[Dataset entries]
***
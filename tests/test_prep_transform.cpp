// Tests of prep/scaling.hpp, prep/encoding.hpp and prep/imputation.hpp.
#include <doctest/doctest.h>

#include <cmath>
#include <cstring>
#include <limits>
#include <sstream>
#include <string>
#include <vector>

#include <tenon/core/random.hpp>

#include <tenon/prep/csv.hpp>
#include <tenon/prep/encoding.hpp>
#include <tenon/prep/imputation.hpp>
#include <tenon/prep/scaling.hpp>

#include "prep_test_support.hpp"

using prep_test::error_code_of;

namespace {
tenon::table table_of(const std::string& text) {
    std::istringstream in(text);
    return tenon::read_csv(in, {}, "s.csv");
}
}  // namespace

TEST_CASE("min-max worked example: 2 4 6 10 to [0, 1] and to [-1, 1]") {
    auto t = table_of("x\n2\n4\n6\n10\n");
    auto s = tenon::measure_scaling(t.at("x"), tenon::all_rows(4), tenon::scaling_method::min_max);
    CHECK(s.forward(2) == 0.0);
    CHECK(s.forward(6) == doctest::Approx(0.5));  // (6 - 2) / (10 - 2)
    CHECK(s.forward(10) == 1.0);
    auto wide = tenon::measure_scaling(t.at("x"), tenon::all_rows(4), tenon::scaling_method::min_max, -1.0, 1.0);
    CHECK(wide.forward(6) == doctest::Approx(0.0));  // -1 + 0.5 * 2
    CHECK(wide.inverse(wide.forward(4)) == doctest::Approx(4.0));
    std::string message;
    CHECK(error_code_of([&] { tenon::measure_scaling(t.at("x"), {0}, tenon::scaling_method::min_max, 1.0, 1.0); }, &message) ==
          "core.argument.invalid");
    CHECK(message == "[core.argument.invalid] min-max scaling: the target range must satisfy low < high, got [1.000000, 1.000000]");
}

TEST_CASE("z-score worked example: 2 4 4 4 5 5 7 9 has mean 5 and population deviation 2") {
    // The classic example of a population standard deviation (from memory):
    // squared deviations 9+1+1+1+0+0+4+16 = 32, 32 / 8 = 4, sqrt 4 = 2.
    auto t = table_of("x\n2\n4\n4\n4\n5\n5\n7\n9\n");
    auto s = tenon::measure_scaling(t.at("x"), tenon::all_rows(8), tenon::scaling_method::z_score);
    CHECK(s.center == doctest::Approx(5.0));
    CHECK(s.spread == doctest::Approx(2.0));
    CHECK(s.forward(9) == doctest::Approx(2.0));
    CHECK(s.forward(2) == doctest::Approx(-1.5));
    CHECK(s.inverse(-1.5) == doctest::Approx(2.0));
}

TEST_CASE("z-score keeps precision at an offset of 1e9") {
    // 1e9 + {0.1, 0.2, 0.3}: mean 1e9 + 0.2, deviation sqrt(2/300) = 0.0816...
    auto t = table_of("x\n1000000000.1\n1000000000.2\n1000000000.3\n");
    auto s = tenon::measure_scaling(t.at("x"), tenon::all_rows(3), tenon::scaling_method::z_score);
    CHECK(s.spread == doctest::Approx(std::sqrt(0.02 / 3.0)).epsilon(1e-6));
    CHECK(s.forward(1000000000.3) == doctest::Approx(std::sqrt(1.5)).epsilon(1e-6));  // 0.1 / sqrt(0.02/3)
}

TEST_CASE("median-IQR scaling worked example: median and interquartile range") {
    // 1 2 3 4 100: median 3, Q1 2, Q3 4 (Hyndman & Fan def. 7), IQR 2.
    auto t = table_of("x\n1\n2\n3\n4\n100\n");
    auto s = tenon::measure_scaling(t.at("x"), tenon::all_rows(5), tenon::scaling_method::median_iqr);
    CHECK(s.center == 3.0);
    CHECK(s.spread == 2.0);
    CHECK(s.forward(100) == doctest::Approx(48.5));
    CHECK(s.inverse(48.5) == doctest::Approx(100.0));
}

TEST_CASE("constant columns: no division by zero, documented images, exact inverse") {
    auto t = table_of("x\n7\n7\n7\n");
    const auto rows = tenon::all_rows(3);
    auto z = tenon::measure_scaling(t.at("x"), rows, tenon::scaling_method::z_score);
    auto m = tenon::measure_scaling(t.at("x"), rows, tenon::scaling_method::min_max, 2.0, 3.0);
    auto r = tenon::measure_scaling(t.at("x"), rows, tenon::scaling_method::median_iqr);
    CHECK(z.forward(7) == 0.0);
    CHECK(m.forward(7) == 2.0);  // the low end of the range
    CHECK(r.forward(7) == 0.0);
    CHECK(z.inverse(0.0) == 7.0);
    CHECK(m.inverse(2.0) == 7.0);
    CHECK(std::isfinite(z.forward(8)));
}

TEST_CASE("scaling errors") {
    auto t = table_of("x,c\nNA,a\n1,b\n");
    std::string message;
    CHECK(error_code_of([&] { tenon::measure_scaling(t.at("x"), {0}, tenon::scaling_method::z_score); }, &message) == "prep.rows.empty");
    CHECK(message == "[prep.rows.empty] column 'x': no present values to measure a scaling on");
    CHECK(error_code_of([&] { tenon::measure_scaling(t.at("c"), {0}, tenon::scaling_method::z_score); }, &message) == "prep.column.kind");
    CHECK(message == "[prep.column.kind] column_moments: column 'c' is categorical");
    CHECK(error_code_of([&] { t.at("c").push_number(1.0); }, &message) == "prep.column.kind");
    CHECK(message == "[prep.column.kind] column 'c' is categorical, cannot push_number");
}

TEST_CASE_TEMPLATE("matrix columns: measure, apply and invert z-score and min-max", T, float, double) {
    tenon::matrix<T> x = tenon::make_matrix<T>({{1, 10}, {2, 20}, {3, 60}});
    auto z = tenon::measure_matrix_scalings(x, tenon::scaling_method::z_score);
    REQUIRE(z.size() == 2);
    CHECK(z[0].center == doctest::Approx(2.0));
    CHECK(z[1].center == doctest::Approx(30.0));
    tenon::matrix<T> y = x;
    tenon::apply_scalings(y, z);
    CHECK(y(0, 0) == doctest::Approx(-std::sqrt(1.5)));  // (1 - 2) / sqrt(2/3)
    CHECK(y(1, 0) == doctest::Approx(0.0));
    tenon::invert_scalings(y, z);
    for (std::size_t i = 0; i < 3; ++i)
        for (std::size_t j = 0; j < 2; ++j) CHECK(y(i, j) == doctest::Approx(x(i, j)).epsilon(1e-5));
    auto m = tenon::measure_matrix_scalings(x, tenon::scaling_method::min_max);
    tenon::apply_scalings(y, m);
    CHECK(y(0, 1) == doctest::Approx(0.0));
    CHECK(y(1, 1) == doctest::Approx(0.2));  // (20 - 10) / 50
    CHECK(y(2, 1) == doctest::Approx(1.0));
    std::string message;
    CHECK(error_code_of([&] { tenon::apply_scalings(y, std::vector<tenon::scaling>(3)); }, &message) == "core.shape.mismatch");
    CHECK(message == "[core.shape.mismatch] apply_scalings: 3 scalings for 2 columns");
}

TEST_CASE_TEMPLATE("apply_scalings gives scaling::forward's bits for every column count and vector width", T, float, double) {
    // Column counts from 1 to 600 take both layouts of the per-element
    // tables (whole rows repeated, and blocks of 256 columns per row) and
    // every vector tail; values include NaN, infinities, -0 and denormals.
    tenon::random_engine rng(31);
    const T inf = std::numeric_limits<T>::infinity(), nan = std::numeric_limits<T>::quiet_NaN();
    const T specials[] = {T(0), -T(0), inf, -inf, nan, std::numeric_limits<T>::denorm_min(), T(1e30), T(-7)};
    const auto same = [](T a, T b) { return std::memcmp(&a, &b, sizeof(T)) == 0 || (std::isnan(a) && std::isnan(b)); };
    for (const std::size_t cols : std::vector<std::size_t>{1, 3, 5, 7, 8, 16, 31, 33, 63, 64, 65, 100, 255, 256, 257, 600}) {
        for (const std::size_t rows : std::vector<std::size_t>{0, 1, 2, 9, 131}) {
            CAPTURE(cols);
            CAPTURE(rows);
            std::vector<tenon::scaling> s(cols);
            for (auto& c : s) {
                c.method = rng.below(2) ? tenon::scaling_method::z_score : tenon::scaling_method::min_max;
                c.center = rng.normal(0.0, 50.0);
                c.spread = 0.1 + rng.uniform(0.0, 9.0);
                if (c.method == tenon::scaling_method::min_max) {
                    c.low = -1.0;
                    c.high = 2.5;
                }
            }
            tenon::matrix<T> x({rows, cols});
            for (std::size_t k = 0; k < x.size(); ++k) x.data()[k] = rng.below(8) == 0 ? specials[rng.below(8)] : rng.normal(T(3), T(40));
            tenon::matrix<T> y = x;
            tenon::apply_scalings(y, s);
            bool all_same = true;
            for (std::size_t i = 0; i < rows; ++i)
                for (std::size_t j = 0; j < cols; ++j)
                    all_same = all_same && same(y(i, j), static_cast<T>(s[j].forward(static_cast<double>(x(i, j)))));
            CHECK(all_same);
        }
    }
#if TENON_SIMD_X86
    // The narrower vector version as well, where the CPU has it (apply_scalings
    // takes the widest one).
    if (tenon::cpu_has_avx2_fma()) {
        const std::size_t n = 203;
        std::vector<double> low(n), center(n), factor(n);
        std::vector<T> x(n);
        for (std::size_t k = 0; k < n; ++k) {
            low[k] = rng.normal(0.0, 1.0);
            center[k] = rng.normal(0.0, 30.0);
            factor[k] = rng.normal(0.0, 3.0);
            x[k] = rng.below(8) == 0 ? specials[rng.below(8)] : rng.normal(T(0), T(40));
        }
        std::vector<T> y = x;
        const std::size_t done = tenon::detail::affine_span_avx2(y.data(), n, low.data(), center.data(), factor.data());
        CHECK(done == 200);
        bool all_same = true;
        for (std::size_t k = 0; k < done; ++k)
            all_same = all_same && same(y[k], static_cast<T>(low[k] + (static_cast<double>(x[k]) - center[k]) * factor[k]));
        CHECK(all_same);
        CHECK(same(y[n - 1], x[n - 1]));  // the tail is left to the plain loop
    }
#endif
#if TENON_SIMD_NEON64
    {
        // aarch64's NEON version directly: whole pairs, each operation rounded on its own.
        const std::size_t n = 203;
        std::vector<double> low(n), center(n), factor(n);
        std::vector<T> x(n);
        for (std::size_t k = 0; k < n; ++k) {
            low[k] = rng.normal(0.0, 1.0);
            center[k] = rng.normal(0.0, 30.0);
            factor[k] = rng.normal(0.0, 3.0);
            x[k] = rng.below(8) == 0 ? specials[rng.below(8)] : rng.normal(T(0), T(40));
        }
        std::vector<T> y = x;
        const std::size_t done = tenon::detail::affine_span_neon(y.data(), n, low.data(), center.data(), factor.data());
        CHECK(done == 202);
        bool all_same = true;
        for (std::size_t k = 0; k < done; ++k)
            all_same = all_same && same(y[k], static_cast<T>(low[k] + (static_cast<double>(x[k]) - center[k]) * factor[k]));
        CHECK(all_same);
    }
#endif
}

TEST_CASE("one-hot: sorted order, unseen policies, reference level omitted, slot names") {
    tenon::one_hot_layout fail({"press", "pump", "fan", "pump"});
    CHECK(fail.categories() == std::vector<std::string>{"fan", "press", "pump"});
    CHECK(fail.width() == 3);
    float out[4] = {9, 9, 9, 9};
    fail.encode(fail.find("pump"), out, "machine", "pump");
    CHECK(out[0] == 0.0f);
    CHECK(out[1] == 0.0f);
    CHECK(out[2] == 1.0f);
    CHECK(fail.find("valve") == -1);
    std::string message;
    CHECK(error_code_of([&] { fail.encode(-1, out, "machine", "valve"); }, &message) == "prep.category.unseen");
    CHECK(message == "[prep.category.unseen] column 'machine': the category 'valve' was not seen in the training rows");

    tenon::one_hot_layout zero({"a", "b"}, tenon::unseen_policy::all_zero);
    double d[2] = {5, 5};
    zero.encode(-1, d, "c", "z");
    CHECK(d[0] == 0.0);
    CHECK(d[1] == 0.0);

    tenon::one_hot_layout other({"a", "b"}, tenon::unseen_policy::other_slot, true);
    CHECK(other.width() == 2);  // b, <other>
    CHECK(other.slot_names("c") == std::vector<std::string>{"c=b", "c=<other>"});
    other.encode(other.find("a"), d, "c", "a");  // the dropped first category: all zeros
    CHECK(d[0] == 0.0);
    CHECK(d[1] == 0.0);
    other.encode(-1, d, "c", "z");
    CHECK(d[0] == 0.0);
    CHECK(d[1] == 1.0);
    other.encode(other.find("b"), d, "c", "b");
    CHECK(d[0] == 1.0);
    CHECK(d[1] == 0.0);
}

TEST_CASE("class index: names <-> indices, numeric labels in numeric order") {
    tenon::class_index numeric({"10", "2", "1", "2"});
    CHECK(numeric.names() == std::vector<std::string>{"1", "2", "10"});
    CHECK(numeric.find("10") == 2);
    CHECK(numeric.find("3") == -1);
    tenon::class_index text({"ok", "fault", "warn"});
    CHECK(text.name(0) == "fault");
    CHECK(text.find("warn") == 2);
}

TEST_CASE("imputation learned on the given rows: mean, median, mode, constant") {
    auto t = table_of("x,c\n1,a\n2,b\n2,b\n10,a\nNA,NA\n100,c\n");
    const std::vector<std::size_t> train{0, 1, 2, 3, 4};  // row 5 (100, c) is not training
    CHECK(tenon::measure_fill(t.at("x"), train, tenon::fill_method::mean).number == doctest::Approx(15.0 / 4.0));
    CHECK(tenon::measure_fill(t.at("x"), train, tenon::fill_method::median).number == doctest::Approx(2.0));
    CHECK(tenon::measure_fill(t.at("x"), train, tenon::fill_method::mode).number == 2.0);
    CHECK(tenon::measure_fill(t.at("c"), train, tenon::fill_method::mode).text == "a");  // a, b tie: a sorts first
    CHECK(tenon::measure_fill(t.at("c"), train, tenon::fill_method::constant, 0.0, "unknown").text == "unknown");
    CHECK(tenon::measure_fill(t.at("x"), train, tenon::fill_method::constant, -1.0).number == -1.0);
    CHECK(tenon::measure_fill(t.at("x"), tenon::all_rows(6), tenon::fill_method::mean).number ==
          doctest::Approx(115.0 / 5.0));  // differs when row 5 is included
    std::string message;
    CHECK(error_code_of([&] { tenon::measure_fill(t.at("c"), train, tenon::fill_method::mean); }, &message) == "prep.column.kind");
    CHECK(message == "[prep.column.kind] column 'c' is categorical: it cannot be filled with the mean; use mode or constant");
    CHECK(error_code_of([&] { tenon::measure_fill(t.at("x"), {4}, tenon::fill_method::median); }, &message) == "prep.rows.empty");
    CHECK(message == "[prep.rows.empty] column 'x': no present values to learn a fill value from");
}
***
◆ **Task to carry out**
Nothing should appear in the answer except the lines above from the line with "for (const std::size_t cols" through the line with "c.high = 2.5;", both included, written out exactly.

◆ **Solution for this problem**
    for (const std::size_t cols : std::vector<std::size_t>{1, 3, 5, 7, 8, 16, 31, 33, 63, 64, 65, 100, 255, 256, 257, 600}) {
        for (const std::size_t rows : std::vector<std::size_t>{0, 1, 2, 9, 131}) {
            CAPTURE(cols);
            CAPTURE(rows);
            std::vector<tenon::scaling> s(cols);
            for (auto& c : s) {
                c.method = rng.below(2) ? tenon::scaling_method::z_score : tenon::scaling_method::min_max;
                c.center = rng.normal(0.0, 50.0);
                c.spread = 0.1 + rng.uniform(0.0, 9.0);
                if (c.method == tenon::scaling_method::min_max) {
                    c.low = -1.0;
                    c.high = 2.5;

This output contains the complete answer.